Alpha test a fellow news.yc startup: Wamily.com - Sam_Odio
http://mashable.com/2007/04/03/wamily/
======
mynameishere
At the top of the Wiki, have two text boxes, with the first one editable, and
the second automatic:

Wiki [UserEnteredTitle]
[<http://wamily.com/wiki/username/UserEnteredTitle.html]>

Then, non-members can see the text without any fuss.

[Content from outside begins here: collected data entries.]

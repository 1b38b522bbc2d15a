package io.github.atomledger.checker.report;

import static org.assertj.core.api.Assertions.assertThat;

import io.github.atomledger.checker.engine.MappingConfig;
import io.github.atomledger.checker.engine.RunResult;

import java.io.File;
import java.io.IOException;
import java.nio.file.Files;
import java.nio.file.Path;
import java.util.ArrayList;
import java.util.Comparator;
import java.util.List;
import java.util.concurrent.TimeUnit;
import java.util.regex.Matcher;
import java.util.regex.Pattern;
import java.util.stream.Stream;
import org.junit.jupiter.api.Tag;
import org.junit.jupiter.api.Test;

/**
 * Benchmark (issue #12): the pictures of yeast-GEM 9.0.2 (about 1,850 maps, mapped once per JVM
 * by {@link RealModelSweepTest#yeastMapped()}), printed for BENCHMARKS.md. Measures drawing every
 * picture on two threads without a cache, again from a warm cache into an empty report folder and
 * into a folder that has them, the HTML page and picture folder sizes, and headless Chromium's
 * screenshot time for the page as written (pictures as files, CSS backgrounds) against the page
 * with every drawing embedded inline (the alternative, built from the same files). Run with
 * {@code -Pbench}; skips without ../shared/data, and the browser part without Chromium.
 */
@Tag("bench")
class PicturesBenchmarkTest {

    @Test
    void yeastGemPicturesColdWarmAndInTheBrowser() throws Exception {
        RunResult result = RealModelSweepTest.yeastMapped();
        Path base = Path.of("target", "bench-pictures").toAbsolutePath();
        deleteTree(base);
        Path cache = base.resolve("cache");
        RunResult cached = withCache(result, cache);

        long t = System.nanoTime();
        new HtmlReporter().write(withCache(result, null), base.resolve("no-cache"));
        report("HTML with every picture drawn, no cache (2 threads)", t);
        t = System.nanoTime();
        new HtmlReporter().write(cached, base.resolve("cold"));
        report("HTML with every picture drawn into an empty cache", t);
        t = System.nanoTime();
        new HtmlReporter().write(cached, base.resolve("warm-empty-folder"));
        report("HTML from a warm cache into an empty report folder", t);
        t = System.nanoTime();
        new HtmlReporter().write(cached, base.resolve("warm-empty-folder"));
        report("HTML from a warm cache, pictures already in the folder", t);

        Path out = base.resolve("warm-empty-folder");
        long files;
        long bytes;
        try (Stream<Path> s = Files.list(out.resolve(PictureFiles.FOLDER))) {
            List<Path> all = s.toList();
            files = all.size();
            bytes = 0;
            for (Path p : all) {
                bytes += Files.size(p);
            }
        }
        System.out.printf("pictures: %d files, %,d bytes (%.1f kB each); report.html %,d bytes%n", files, bytes,
                bytes / 1000.0 / files, Files.size(out.resolve("report.html")));
        assertThat(files).isGreaterThan(1500);

        Path inline = out.resolve("inline.html");
        Files.writeString(inline, inlined(Files.readString(out.resolve("report.html")), out));
        System.out.printf("inline alternative: %,d bytes%n", Files.size(inline));
        String chromium = chromium();
        if (chromium == null) {
            System.out.println("chromium not installed: no browser figures");
            return;
        }
        for (int i = 0; i < 2; i++) {
            System.out.printf("chromium screenshot, pictures as files: %s%n", shoot(chromium, out.resolve("report.html")));
            System.out.printf("chromium screenshot, pictures inline:   %s%n", shoot(chromium, inline));
        }
    }

    private static RunResult withCache(RunResult r, Path cache) {
        MappingConfig m = r.config().mapping();
        return new RunResult(r.config().withMapping(new MappingConfig(m.enabled(), m.structures(), m.options(),
                2, cache)), r.models(), r.gate());
    }

    private static void report(String what, long start) {
        System.out.printf("%-60s %,8.0f ms%n", what, (System.nanoTime() - start) / 1e6);
    }

    /**
     * The page with each picture's SVG file pasted into its card instead of the background
     * reference (ids are unique per file, so pictures of one page would clash only in {@code
     * <defs>} ids, which does not change size or render time much).
     */
    static String inlined(String html, Path dir) throws IOException {
        Matcher m = Pattern.compile("<div class=\"pic\" role=\"img\"[^>]*style=\"--pic:url\\(pictures/([0-9a-f]{32}\\.svg)\\)[^\"]*\"></div>")
                .matcher(html);
        StringBuilder sb = new StringBuilder();
        while (m.find()) {
            String svg = Files.readString(dir.resolve(PictureFiles.FOLDER).resolve(m.group(1)));
            svg = svg.substring(svg.indexOf("<svg"));
            m.appendReplacement(sb, Matcher.quoteReplacement("<div class=\"pic-inline\">" + svg + "</div>"));
        }
        m.appendTail(sb);
        return sb.toString();
    }

    private static String chromium() {
        for (String dir : System.getenv().getOrDefault("PATH", "").split(File.pathSeparator)) {
            File f = new File(dir, "chromium");
            if (f.canExecute()) {
                return f.getAbsolutePath();
            }
        }
        return null;
    }

    /** Wall time of one headless screenshot at 1400 x 1000 with a fresh profile (or "timeout"). */
    private static String shoot(String chromium, Path page) throws IOException, InterruptedException {
        Path profile = Files.createTempDirectory("atomledger-bench-chromium-");
        Path png = page.resolveSibling(page.getFileName() + ".png");
        List<String> cmd = new ArrayList<>(List.of(chromium, "--headless", "--no-sandbox", "--disable-gpu",
                "--disable-quic", "--no-first-run", "--disable-background-networking", "--disable-component-update",
                "--disable-sync", "--user-data-dir=" + profile, "--screenshot=" + png, "--window-size=1400,1000",
                page.toUri().toString()));
        long t = System.nanoTime();
        Process p = new ProcessBuilder(cmd).redirectOutput(ProcessBuilder.Redirect.DISCARD)
                .redirectError(ProcessBuilder.Redirect.DISCARD).start();
        boolean done = p.waitFor(180, TimeUnit.SECONDS);
        double s = (System.nanoTime() - t) / 1e9;
        if (!done) {
            p.destroyForcibly();
        }
        deleteTree(profile);
        return done ? String.format("%.1f s (exit %d)", s, p.exitValue()) : "timeout after 180 s";
    }

    /** Deletes a tree as far as it can (Chromium may still be writing its profile as it exits). */
    private static void deleteTree(Path dir) {
        if (!Files.exists(dir)) {
            return;
        }
        try (Stream<Path> s = Files.walk(dir)) {
            for (Path p : s.sorted(Comparator.reverseOrder()).toList()) {
                try {
                    Files.deleteIfExists(p);
                } catch (IOException e) {
                    // left behind in the temporary directory
                }
            }
        } catch (IOException | java.io.UncheckedIOException e) {
            // the same
        }
    }
}
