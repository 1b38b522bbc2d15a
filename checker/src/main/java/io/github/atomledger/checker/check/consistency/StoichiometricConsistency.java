package io.github.atomledger.checker.check.consistency;

import io.github.atomledger.atommapper.formula.Rational;
import io.github.atomledger.checker.check.CheckContext;
import io.github.atomledger.checker.check.balance.ReactionBalance;
import io.github.atomledger.checker.check.balance.ReactionClass;
import io.github.atomledger.checker.model.Participant;
import io.github.atomledger.checker.model.ReactionInfo;
import io.github.atomledger.checker.model.SpeciesInfo;

import java.math.BigDecimal;
import java.math.BigInteger;
import java.math.MathContext;
import java.util.ArrayList;
import java.util.Arrays;
import java.util.LinkedHashMap;
import java.util.List;
import java.util.Map;
import java.util.SortedMap;
import java.util.TreeMap;
import java.util.TreeSet;
import org.ojalgo.optimisation.Expression;
import org.ojalgo.optimisation.ExpressionsBasedModel;
import org.ojalgo.optimisation.Optimisation;
import org.ojalgo.optimisation.Variable;
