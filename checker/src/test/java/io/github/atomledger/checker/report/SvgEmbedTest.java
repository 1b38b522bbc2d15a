package io.github.atomledger.checker.report;

import static org.assertj.core.api.Assertions.assertThat;
import static org.assertj.core.api.Assertions.assertThatThrownBy;

import javax.xml.stream.XMLStreamException;
import org.junit.jupiter.api.Test;

/** Copying drawings into the page: parsed, ids prefixed, numbers shortened, active content refused. */
class SvgEmbedTest {

    private static final String SVG = "<?xml version='1.0' encoding='UTF-8'?>\n"
            + "<!DOCTYPE svg PUBLIC \"-//W3C//DTD SVG 1.1//EN\" \"http://www.w3.org/Graphics/SVG/1.1/DTD/svg11.dtd\">\n"
            + "<svg xmlns='http://www.w3.org/2000/svg' xmlns:xlink='http://www.w3.org/1999/xlink' width='10.125px'>"
            + "<!-- note --><defs><g id='a'/></defs><g id='mol1' class='reactant mol'>"
            + "<path d='M1.234 -0.051L2.25 3.0' fill='url(#a)'/><use xlink:href='#a'/></g></svg>";

    private static String copy(String svg) throws XMLStreamException {
        XmlOut x = new XmlOut();
        x.start("div");
        SvgEmbed.copy(svg, "p-", x.writer());
        x.end();
        return x.finish();
    }

    @Test
    void prefixesIdsAndReferencesAndDropsDeclarationsAndComments() throws Exception {
        String out = copy(SVG);
        assertThat(out).contains("<svg xmlns=\"http://www.w3.org/2000/svg\"").contains("id=\"p-mol1\"")
                .contains("fill=\"url(#p-a)\"").contains("href=\"#p-a\"")
                .doesNotContain("<?xml").doesNotContain("DOCTYPE").doesNotContain("note");
    }

    @Test
    void roundsCoordinatesToATenthOfAPixel() throws Exception {
        assertThat(copy(SVG)).contains("d=\"M1.2 -0.1L2.3 3.0\"").contains("width=\"10.1px\"");
        assertThat(SvgEmbed.shorten("-0.04 0.05")).isEqualTo("0 0.1");
    }

    @Test
    void refusesScriptsAndEventHandlers() {
        assertThatThrownBy(() -> copy("<svg xmlns='http://www.w3.org/2000/svg'><script>x()</script></svg>"))
                .isInstanceOf(XMLStreamException.class).hasMessageContaining("script");
        assertThatThrownBy(() -> copy("<svg xmlns='http://www.w3.org/2000/svg'><g onload='x()'/></svg>"))
                .isInstanceOf(XMLStreamException.class).hasMessageContaining("onload");
    }
}
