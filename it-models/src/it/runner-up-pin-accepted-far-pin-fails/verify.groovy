// With reviewMargin 2: the runner-up pinned by a curator is accepted as "criterion undecided", a pin
// 4 weighted bond edits off still fails the build, and the unpinned map is flagged for review with
// its runner-up in every report format.
import groovy.json.JsonSlurper

def dir = new File(basedir, 'target/atomledger')
def report = new JsonSlurper().parse(new File(dir, 'report.json'))
def reactions = report.models[0].reactions.collectEntries { [it.id, it] }
def mine = { id -> reactions[id].findings.findAll { it.ruleId in ['mapping.review', 'mapping.curated-undecided',
        'mapping.curated-differs'] }.collect { [it.ruleId, it.severity] } }

assert mine('R_TPI') == [['mapping.review', 'warning']]
assert mine('R_TPI_RUNNER_UP') == [['mapping.curated-undecided', 'info']]
assert mine('R_TPI_FAR') == [['mapping.curated-differs', 'error']]
def errors = report.models[0].reactions.collectMany { it.findings }.findAll { it.severity == 'error' }
assert errors.collect { [it.ruleId, it.elementId] } == [['mapping.curated-differs', 'R_TPI_FAR']]

def review = reactions['R_TPI'].findings.find { it.ruleId == 'mapping.review' }
assert review.data.reasons == 'margin' && review.data.margin == '2'
assert review.data.runnerUp == 'dhap: 2 3 5 = g3p: 5 3 2'
assert reactions['R_TPI_RUNNER_UP'].findings.find { it.ruleId == 'mapping.curated-undecided' }.data.extraCost == '2'
assert (reactions['R_TPI_FAR'].findings.find { it.ruleId == 'mapping.curated-differs' }.data.extraCost as int) == 4

def tpi = reactions['R_TPI'].mapping
assert reactions.values().every { it.mapping.status == 'mapped' }
assert tpi.margin == 2 && tpi.marginProven == true
assert tpi.runnerUp.cost == 4
assert tpi.runnerUp.carbon.collect { [it.from.atom, it.to.atom] }.toSorted() == [[2, 5], [3, 3], [5, 2]]

// The finding names the carbons at stake and where the runner-up sends them, in every format; the
// HTML also shows the runner-up's whole carbon map next to the drawing.
def moved = 'sends carbons dhap: 2 5 elsewhere (dhap: 2 5 = g3p: 5 2)'
assert review.message.contains(moved)
def sarif = new JsonSlurper().parse(new File(dir, 'report.sarif'))
assert sarif.runs[0].results.any { it.ruleId == 'mapping.review' && it.message.text.contains(moved) }
def junit = new File(dir, 'junit/TEST-atomledger.xml').text
assert junit.contains('mapping.review') && junit.contains(moved)
assert new File(dir, 'summary.md').text.contains(moved)
def html = new File(dir, 'report.html').text
assert html.contains('mapping.review') && html.contains(moved)
assert html.contains('Runner-up (4 weighted bond edits), carbon transitions:') && html.contains('<pre>dhap: 2 3 5 = g3p: 5 3 2</pre>')
assert new File(basedir, 'build.log').text.contains('mapping.curated-differs (1): R_TPI_FAR')
return true
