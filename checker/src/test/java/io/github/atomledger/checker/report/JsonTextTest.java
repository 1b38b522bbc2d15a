package io.github.atomledger.checker.report;

import static org.assertj.core.api.Assertions.assertThat;
import static org.assertj.core.api.Assertions.assertThatThrownBy;

import io.github.atomledger.checker.engine.RunResult;

import com.fasterxml.jackson.core.JsonGenerator;
import com.fasterxml.jackson.core.util.DefaultIndenter;
import com.fasterxml.jackson.core.util.DefaultPrettyPrinter;
import com.fasterxml.jackson.databind.ObjectMapper;
import com.fasterxml.jackson.databind.SerializationFeature;

import java.math.BigDecimal;
import java.math.BigInteger;
import java.nio.file.Path;
import java.util.ArrayList;
import java.util.Arrays;
import java.util.LinkedHashMap;
import java.util.List;
import java.util.Map;
import java.util.TreeMap;
import org.junit.jupiter.api.Test;

/**
 * JsonText writes with Jackson's streaming generator (issue 8, cold start); its text must stay byte for byte what
 * Jackson's object mapper wrote before, so that reports do not change.
 */
class JsonTextTest {

    /** The writer JsonText replaced: the object mapper with the same pretty printer. */
    private static String mapper(Object tree) throws Exception {
        ObjectMapper mapper = new ObjectMapper().configure(SerializationFeature.ORDER_MAP_ENTRIES_BY_KEYS, false)
                .configure(JsonGenerator.Feature.AUTO_CLOSE_TARGET, false);
        DefaultPrettyPrinter printer = new DefaultPrettyPrinter().withObjectIndenter(new DefaultIndenter("  ", "\n"))
                .withArrayIndenter(new DefaultIndenter("  ", "\n"));
        return mapper.writer(printer).writeValueAsString(tree) + "\n";
    }

    @Test
    void writesEveryValueKindAsTheObjectMapperDid() throws Exception {
        Map<String, Object> tree = new LinkedHashMap<>();
        tree.put("text", "quote \" backslash \\ tab \t newline \n control \u0001 unicode é → 😀 </script>");
        tree.put("int", 7);
        tree.put("long", Long.MIN_VALUE);
        tree.put("negative", -3);
        tree.put("true", true);
        tree.put("false", false);
        tree.put("null", null);
        tree.put("emptyObject", new TreeMap<>());
        tree.put("emptyArray", List.of());
        tree.put("big", new BigInteger("123456789012345678901234567890"));
        tree.put("decimal", new BigDecimal("-0.633"));
        tree.put("double", 1.5);
        tree.put("nested", List.of(Map.of("a", List.of(1, 2, List.of())), "x"));
        tree.put("nulls", Arrays.asList(null, null));
        tree.put("sortedKeys", new TreeMap<>(Map.of("b", "2", "a", "1")));
        assertThat(JsonText.of(tree)).isEqualTo(mapper(tree));
    }

    @Test
    void writesFailingFixtureReportsAsTheObjectMapperDid() throws Exception {
        RunResult result = Fixtures.run("charge-gap.xml");
        assertThat(JsonText.of(JsonReporter.tree(result))).isEqualTo(mapper(JsonReporter.tree(result)));
        assertThat(JsonText.of(SarifReporter.tree(result))).isEqualTo(mapper(SarifReporter.tree(result)));
    }

    @Test
    void writesTheDemoReportAsTheObjectMapperDid() throws Exception {
        RunResult result = DemoReports.run(Path.of("target"));
        assertThat(JsonText.of(JsonReporter.tree(result))).isEqualTo(mapper(JsonReporter.tree(result)));
    }

    @Test
    void refusesValuesWithoutAJsonForm() {
        assertThatThrownBy(() -> JsonText.of(List.of(new ArrayList<>(), new Object())))
                .isInstanceOf(IllegalArgumentException.class).hasMessageContaining("java.lang.Object");
    }
}
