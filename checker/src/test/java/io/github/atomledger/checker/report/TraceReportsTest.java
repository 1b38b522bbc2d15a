package io.github.atomledger.checker.report;

import static org.assertj.core.api.Assertions.assertThat;

import io.github.atomledger.checker.engine.RunResult;

import com.fasterxml.jackson.databind.JsonNode;
import com.fasterxml.jackson.databind.ObjectMapper;

import java.nio.file.Files;
import java.nio.file.Path;
import java.util.List;
import org.junit.jupiter.api.BeforeAll;
import org.junit.jupiter.api.Test;

/**
 * The demo's traces (invented organism; routes as in models/pathways.tsv) in traces.json,
 * reachability.json and on the console (issue #14). The carbon counts are common practice
 * (textbook biochemistry): leucine gives 1 CO2, 2 acetyl-CoA and 3 acetoacetate.
 */
class TraceReportsTest {

    private static final Path OUT = Path.of("target", "trace-reports");
    private static RunResult result;
    private static List<Path> written;

    @BeforeAll
    static void write() throws Exception {
        result = DemoReports.runMapped();
        written = DemoReports.writeAll(result, OUT, MappingSource.FROM_ENGINE);
    }

    @Test
    void writesTracesAndReachBesideTheReportAndMatchesTheSchema() throws Exception {
        assertThat(written).contains(OUT.resolve("traces.json"), OUT.resolve("reachability.json"));
        String traces = Files.readString(OUT.resolve("traces.json"));
        String reach = Files.readString(OUT.resolve("reachability.json"));
        assertThat(JsonSchemas.errors(JsonSchemas.traces(), traces)).isEmpty();
        assertThat(JsonSchemas.errors(JsonSchemas.traces(), reach)).isEmpty();
        assertThat(JsonText.of(TracesReporter.tree(result))).isEqualTo(traces);
    }

    @Test
    void namesEachCarbonItsLabelStatusAndFate() throws Exception {
        JsonNode root = new ObjectMapper().readTree(OUT.resolve("traces.json").toFile());
        JsonNode leucine = null;
        for (JsonNode t : root.get("traces")) {
            if (t.get("pathway").asText().equals("leucine")) {
                leucine = t;
            }
        }
        assertThat(leucine).isNotNull();
        assertThat(leucine.get("source").asText()).isEqualTo("leu_c");
        JsonNode c1 = null;
        for (JsonNode c : leucine.get("carbons")) {
            if (c.get("label").asText().equals("C1")) {
                c1 = c;
            }
        }
        assertThat(c1.get("atom").asInt()).isEqualTo(7);
        assertThat(c1.get("status").asText()).isEqualTo("decided");
        assertThat(c1.get("fate").get("species").asText()).isEqualTo("co2_c");
        assertThat(c1.get("fate").get("label").asText()).isEqualTo("C1");
        assertThat(c1.get("fate").get("step").asText()).isEqualTo("R_BCKDH");
        assertThat(c1.get("path")).hasSize(2);
        assertThat(leucine.get("expectations").get(0).get("verdict").asText()).isEqualTo("holds");
    }

    @Test
    void printsOneLinePerPathwayWithItsFateCounts() {
        List<String> lines = ConsoleSummary.lines(result);
        assertThat(lines).contains("  pathway leucine: 6 carbons: 1 carbon dioxide, 2 acetyl-CoA, 3 acetoacetate"
                + " (2 split over equivalent positions); fates: 4 hold");
        assertThat(lines).anySatisfy(l -> assertThat(l).startsWith("  pathway phenylalanine: 9 carbons: 1 carbon dioxide,")
                .contains("4 acetoacetate").contains("4 fumarate"));
        assertThat(lines).anySatisfy(l -> assertThat(l).startsWith("  label from glc_e:C1 can reach "));
    }

    @Test
    void aRunWithoutTracesRemovesAnEarlierTracesFile() throws Exception {
        Path dir = Path.of("target", "trace-reports-none");
        Files.createDirectories(dir);
        Files.writeString(dir.resolve("traces.json"), "{}");
        List<Path> none = DemoReports.writeAll(DemoReports.run(dir), dir, MappingSource.FROM_ENGINE);
        assertThat(none).doesNotContain(dir.resolve("traces.json"));
        assertThat(dir.resolve("traces.json")).doesNotExist();
    }
}
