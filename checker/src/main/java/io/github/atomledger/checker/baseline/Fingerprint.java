package io.github.atomledger.checker.baseline;

import io.github.atomledger.checker.check.Finding;

import java.nio.charset.StandardCharsets;
import java.security.MessageDigest;
import java.security.NoSuchAlgorithmException;
import java.util.HexFormat;
import java.util.Map;

/**
 * A short, stable fingerprint of a finding's {@code data}: the first 16 hex digits of the SHA-256
 * of its entries, one {@code key=value} line each in key order (UTF-8, '\n' after each line; a
 * backslash, a newline, and in keys an '=', are escaped with a backslash, so that no two maps
 * give the same text).
 *
 * <p>It leaves out the message (wording may change) and the line (edits elsewhere in the file
 * move it), and the rule, element and file (a baseline entry lists those in their own columns).
 * So an entry stays valid while the finding's facts stay the same, and stops matching when they
 * change (a reaction accepted with H -1 that now lacks two hydrogens is a new finding).
 */
public final class Fingerprint {

    /** The number of hex digits kept. */
    public static final int LENGTH = 16;

    private Fingerprint() {
    }

    public static String of(Finding finding) {
        return of(finding.data());
    }

    /** The fingerprint of a data map, iterated in key order. */
    public static String of(Map<String, String> data) {
        StringBuilder text = new StringBuilder();
        new java.util.TreeMap<>(data).forEach((k, v) ->
                text.append(escape(k).replace("=", "\\=")).append('=').append(escape(v)).append('\n'));
        try {
            byte[] digest = MessageDigest.getInstance("SHA-256").digest(text.toString().getBytes(StandardCharsets.UTF_8));
            return HexFormat.of().formatHex(digest).substring(0, LENGTH);
        } catch (NoSuchAlgorithmException e) {
            throw new IllegalStateException("SHA-256 is required of every Java platform", e);
        }
    }

    private static String escape(String s) {
        return s.replace("\\", "\\\\").replace("\n", "\\n");
    }

    /** True for 16 lower-case hex digits. */
    public static boolean isValid(String text) {
        return text != null && text.matches("[0-9a-f]{" + LENGTH + "}");
    }
}
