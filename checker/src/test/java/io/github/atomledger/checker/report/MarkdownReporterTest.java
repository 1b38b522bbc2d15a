package io.github.atomledger.checker.report;

import static org.assertj.core.api.Assertions.assertThat;

import java.nio.file.Path;
import org.junit.jupiter.api.Test;

/** The CI job summary: verdict, counts, the worst findings first, the path of the HTML report. */
class MarkdownReporterTest {

    @Test
    void failingFixtureListsErrorsFirstAndLinksTheHtmlReport() {
        String md = new MarkdownReporter().toMarkdown(Fixtures.run("charge-gap.xml"));
        assertThat(md).startsWith("## AtomLedger: failed\n");
        assertThat(md).contains("| charge-gap.xml | 4 | 1 | 1 | 3 | 0 | 1 |");
        int firstError = md.indexOf("| error | `balance.charge` | `R_HEX` | charge-gap.xml:20 |");
        int firstInfo = md.indexOf("\n| info |");
        assertThat(firstError).isPositive();
        assertThat(firstInfo < 0 || firstInfo > firstError).isTrue();
        assertThat(md).contains("Full report: [target/atomledger/report.html](report.html) (beside this summary).");
        assertThat(md).doesNotContain("\r").endsWith("\n");
    }

    @Test
    void demoPassesAndCountsItsModel() {
        String md = new MarkdownReporter().toMarkdown(DemoReports.run(Path.of("target")));
        assertThat(md).startsWith("## AtomLedger: passed\n").contains("| models/ledgerella\\_central.xml | 64 |");
    }

    @Test
    void escapesTableCells() {
        assertThat(MarkdownReporter.cell("a|b <i>*x*</i>")).isEqualTo("a\\|b \\<i\\>\\*x\\*\\</i\\>");
    }
}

Now that I think about it, I don't see any way to easily link to my homepage:

<http://wamily.com/username/>

------
divia
Maybe this is just me being slow, but it took me a few minutes to figure out
where the Start a Wamily button was. It would have helped me if, for example,
". . . add your own" (below the featured Wamilies) was a link. Just a thought.
Looks very cool though, and I'm definitely reminded of Ning.

------
wammin
The above code isn't working anymore, please try this one: YAZJZ3. Let us know
what you think!

------
Sam_Odio
Wamily.com recently went into alpha... I know the founders would love it if
you gave it a spin and posted your thoughts.

If you need an invite code, try VAYNK9.

------
wammin
divia, thanks for the feedback. we're definitely listening to what our alpha
users have to say -- Nate (co-founder of Wamily)

------
wehriam
ATL!